Segment Start: AVAILABLE DATA
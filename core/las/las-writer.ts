import { isItemSection, type LasDocument, type LasSection } from "./las-document.js";
import { writeLasHeader, type LasItemToWrite } from "./las-header-writer.js";
import { formatLasNumber, SHORTEST, type LasNumberFormat } from "./las-number-format.js";

export interface LasCurveToWrite {
  readonly mnemonic: string;
  readonly unit: string;
  readonly description: string;
  /** The `~Curve` value field (an API code …); usually empty. */
  readonly value?: string;
  readonly values: Float64Array;
  /** Defaults to `shortest`, which writes back exactly the numbers read. */
  readonly format?: LasNumberFormat;
}

export interface LasWriteInput {
  /** Header sections of the file the curves were read from (`document.sections`); omit to write a new file. */
  readonly header?: readonly LasSection[];
  /** Curves in column order, the index first; all of the same length. */
  readonly curves: readonly LasCurveToWrite[];
  /** Written as `~Well` NULL and for every NaN or infinite sample. */
  readonly nullValue: number;
  /** Replace the `~Well` item of the same mnemonic, or are added (WELL, COMP, FLD … of a new file). */
  readonly wellItems?: readonly LasItemToWrite[];
  /** Added to `~Parameter`. */
  readonly parameters?: readonly LasItemToWrite[];
  /** Added to `~Other`, one line each. */
  readonly otherLines?: readonly string[];
}

/** Size the text chunks handed out by `writeLas` reach before they are handed out. */
export const LAS_CHUNK_CHARACTERS = 64 * 1024;
const LINE_END = "\r\n";
const WIDTH_SAMPLE_ROWS = 256;

const readable = (value: number): string => String(Number(value.toPrecision(10)));

/** The curves of a document as read, ready to be written back unchanged (original mnemonics, shortest numbers). */
export const lasCurvesOf = (document: LasDocument): LasCurveToWrite[] => {
  const items = document.sections.flatMap((section) =>
    isItemSection(section) && section.kind === "curve" ? section.items : [],
  );
  return document.table.curves.map((curve, c) => ({
    mnemonic: items[c].mnemonic,
    unit: curve.unit,
    description: curve.description,
    value: items[c].value,
    values: document.table.columns[c],
  }));
};

/** STRT, STOP and STEP of a new file: STEP is the regular spacing of the index, or 0 when it is irregular. */
const indexItems = (index: LasCurveToWrite, format: (value: number) => string): LasItemToWrite[] => {
  const values = index.values;
  const first = values[0];
  const last = values[values.length - 1];
  let step = values.length > 1 ? (last - first) / (values.length - 1) : 0;
  const tolerance = Math.abs(step) * 1e-3;
  for (let i = 1; i < values.length && step !== 0; i++) {
    if (!(Math.abs(values[i] - values[i - 1] - step) <= tolerance)) step = 0;
  }
  return [
    { mnemonic: "STRT", unit: index.unit, value: values.length > 0 ? format(first) : "0", description: "START DEPTH" },
    { mnemonic: "STOP", unit: index.unit, value: values.length > 0 ? format(last) : "0", description: "STOP DEPTH" },
    { mnemonic: "STEP", unit: index.unit, value: readable(step), description: "STEP" },
  ];
};

const checkInput = (input: LasWriteInput): void => {
  if (input.curves.length === 0) throw new RangeError("a LAS file needs at least one curve (the index)");
  if (!Number.isFinite(input.nullValue)) throw new RangeError(`the null value must be a finite number, not ${input.nullValue}`);
  const length = input.curves[0].values.length;
  for (const curve of input.curves) {
    if (curve.values.length !== length) {
      throw new RangeError(`curve ${curve.mnemonic} has ${curve.values.length} values but ${input.curves[0].mnemonic} has ${length}`);
    }
  }
};

/**
 * Writes a LAS 2.0 file (WRAP NO, one sample per line, CRLF line ends as the CWLS standard's line
 * lengths assume) as text chunks of about `LAS_CHUNK_CHARACTERS`, so that a server can stream it.
 * The input is checked, and the header built, before the first chunk is asked for: a `RangeError`
 * names what cannot be written.
 */
export const writeLas = (input: LasWriteInput): Generator<string> => {
  checkInput(input);
  const nullText = String(input.nullValue);
  const formatters = input.curves.map((curve) => {
    const format = curve.format ?? SHORTEST;
    return (value: number): string => (Number.isFinite(value) ? formatLasNumber(value, format) : nullText);
  });
  const header = writeLasHeader({
    sections: input.header ?? [],
    curves: input.curves.map(({ mnemonic, unit, value, description }) => ({ mnemonic, unit, value, description })),
    indexItems: indexItems(input.curves[0], formatters[0]),
    nullValue: nullText,
    wellItems: input.wellItems ?? [],
    parameters: input.parameters ?? [],
    otherLines: input.otherLines ?? [],
  });
  return chunks(input.curves, formatters, header);
};

/** Widths that line the columns up for typical values; a longer value still stands apart by one blank. */
const columnWidths = (curves: readonly LasCurveToWrite[], formatters: ((value: number) => string)[]): number[] =>
  curves.map((curve, c) => {
    let width = curve.mnemonic.length;
    let min = Infinity;
    let max = -Infinity;
    for (const value of curve.values) {
      if (value < min) min = value;
      if (value > max) max = value;
    }
    const candidates = [min, max, NaN, ...curve.values.subarray(0, WIDTH_SAMPLE_ROWS)];
    for (const value of candidates) width = Math.max(width, formatters[c](value).length);
    return width;
  });

function* chunks(
  curves: readonly LasCurveToWrite[],
  formatters: ((value: number) => string)[],
  header: string[],
): Generator<string> {
  const widths = columnWidths(curves, formatters);
  const names = curves.map((curve, c) => curve.mnemonic.padStart(widths[c])).join(" ");
  let parts: string[] = [header.join(LINE_END), LINE_END, "#", names, LINE_END, "~A", LINE_END];
  let size = parts.reduce((sum, part) => sum + part.length, 0);
  const rows = curves[0].values.length;
  for (let i = 0; i < rows; i++) {
    let row = "";
    for (let c = 0; c < curves.length; c++) row += " " + formatters[c](curves[c].values[i]).padStart(widths[c]);
    parts.push(row, LINE_END);
    size += row.length + LINE_END.length;
    if (size >= LAS_CHUNK_CHARACTERS) {
      yield parts.join("");
      parts = [];
      size = 0;
    }
  }
  if (parts.length > 0) yield parts.join("");
}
Segment End: AVAILABLE DATA
Every record above is to be given again precisely.

> [EXERCISE SOLUTION]
filename core/las/las-writer.ts
import { isItemSection, type LasDocument, type LasSection } from "./las-document.js";
import { writeLasHeader, type LasItemToWrite } from "./las-header-writer.js";
import { formatLasNumber, SHORTEST, type LasNumberFormat } from "./las-number-format.js";

export interface LasCurveToWrite {
  readonly mnemonic: string;
  readonly unit: string;
  readonly description: string;
  /** The `~Curve` value field (an API code …); usually empty. */
  readonly value?: string;
  readonly values: Float64Array;
  /** Defaults to `shortest`, which writes back exactly the numbers read. */
  readonly format?: LasNumberFormat;
}

export interface LasWriteInput {
  /** Header sections of the file the curves were read from (`document.sections`); omit to write a new file. */
  readonly header?: readonly LasSection[];
  /** Curves in column order, the index first; all of the same length. */
  readonly curves: readonly LasCurveToWrite[];
  /** Written as `~Well` NULL and for every NaN or infinite sample. */
  readonly nullValue: number;
  /** Replace the `~Well` item of the same mnemonic, or are added (WELL, COMP, FLD … of a new file). */
  readonly wellItems?: readonly LasItemToWrite[];
  /** Added to `~Parameter`. */
  readonly parameters?: readonly LasItemToWrite[];
  /** Added to `~Other`, one line each. */
  readonly otherLines?: readonly string[];
}

/** Size the text chunks handed out by `writeLas` reach before they are handed out. */
export const LAS_CHUNK_CHARACTERS = 64 * 1024;
const LINE_END = "\r\n";
const WIDTH_SAMPLE_ROWS = 256;

const readable = (value: number): string => String(Number(value.toPrecision(10)));

/** The curves of a document as read, ready to be written back unchanged (original mnemonics, shortest numbers). */
export const lasCurvesOf = (document: LasDocument): LasCurveToWrite[] => {
  const items = document.sections.flatMap((section) =>
    isItemSection(section) && section.kind === "curve" ? section.items : [],
  );
  return document.table.curves.map((curve, c) => ({
    mnemonic: items[c].mnemonic,
    unit: curve.unit,
    description: curve.description,
    value: items[c].value,
    values: document.table.columns[c],
  }));
};

/** STRT, STOP and STEP of a new file: STEP is the regular spacing of the index, or 0 when it is irregular. */
const indexItems = (index: LasCurveToWrite, format: (value: number) => string): LasItemToWrite[] => {
  const values = index.values;
  const first = values[0];
  const last = values[values.length - 1];
  let step = values.length > 1 ? (last - first) / (values.length - 1) : 0;
  const tolerance = Math.abs(step) * 1e-3;
  for (let i = 1; i < values.length && step !== 0; i++) {
    if (!(Math.abs(values[i] - values[i - 1] - step) <= tolerance)) step = 0;
  }
  return [
    { mnemonic: "STRT", unit: index.unit, value: values.length > 0 ? format(first) : "0", description: "START DEPTH" },
    { mnemonic: "STOP", unit: index.unit, value: values.length > 0 ? format(last) : "0", description: "STOP DEPTH" },
    { mnemonic: "STEP", unit: index.unit, value: readable(step), description: "STEP" },
  ];
};

const checkInput = (input: LasWriteInput): void => {
  if (input.curves.length === 0) throw new RangeError("a LAS file needs at least one curve (the index)");
  if (!Number.isFinite(input.nullValue)) throw new RangeError(`the null value must be a finite number, not ${input.nullValue}`);
  const length = input.curves[0].values.length;
  for (const curve of input.curves) {
    if (curve.values.length !== length) {
      throw new RangeError(`curve ${curve.mnemonic} has ${curve.values.length} values but ${input.curves[0].mnemonic} has ${length}`);
    }
  }
};

/**
 * Writes a LAS 2.0 file (WRAP NO, one sample per line, CRLF line ends as the CWLS standard's line
 * lengths assume) as text chunks of about `LAS_CHUNK_CHARACTERS`, so that a server can stream it.
 * The input is checked, and the header built, before the first chunk is asked for: a `RangeError`
 * names what cannot be written.
 */
export const writeLas = (input: LasWriteInput): Generator<string> => {
  checkInput(input);
  const nullText = String(input.nullValue);
  const formatters = input.curves.map((curve) => {
    const format = curve.format ?? SHORTEST;
    return (value: number): string => (Number.isFinite(value) ? formatLasNumber(value, format) : nullText);
  });
  const header = writeLasHeader({
    sections: input.header ?? [],
    curves: input.curves.map(({ mnemonic, unit, value, description }) => ({ mnemonic, unit, value, description })),
    indexItems: indexItems(input.curves[0], formatters[0]),
    nullValue: nullText,
    wellItems: input.wellItems ?? [],
    parameters: input.parameters ?? [],
    otherLines: input.otherLines ?? [],
  });
  return chunks(input.curves, formatters, header);
};

/** Widths that line the columns up for typical values; a longer value still stands apart by one blank. */
const columnWidths = (curves: readonly LasCurveToWrite[], formatters: ((value: number) => string)[]): number[] =>
  curves.map((curve, c) => {
    let width = curve.mnemonic.length;
    let min = Infinity;
    let max = -Infinity;
    for (const value of curve.values) {
      if (value < min) min = value;
      if (value > max) max = value;
    }
    const candidates = [min, max, NaN, ...curve.values.subarray(0, WIDTH_SAMPLE_ROWS)];
    for (const value of candidates) width = Math.max(width, formatters[c](value).length);
    return width;
  });

function* chunks(
  curves: readonly LasCurveToWrite[],
  formatters: ((value: number) => string)[],
  header: string[],
): Generator<string> {
  const widths = columnWidths(curves, formatters);
  const names = curves.map((curve, c) => curve.mnemonic.padStart(widths[c])).join(" ");
  let parts: string[] = [header.join(LINE_END), LINE_END, "#", names, LINE_END, "~A", LINE_END];
  let size = parts.reduce((sum, part) => sum + part.length, 0);
  const rows = curves[0].values.length;
  for (let i = 0; i < rows; i++) {
    let row = "";
    for (let c = 0; c < curves.length; c++) row += " " + formatters[c](curves[c].values[i]).padStart(widths[c]);
    parts.push(row, LINE_END);
    size += row.length + LINE_END.length;
    if (size >= LAS_CHUNK_CHARACTERS) {
      yield parts.join("");
      parts = [];
      size = 0;
    }
  }
  if (parts.length > 0) yield parts.join("");
}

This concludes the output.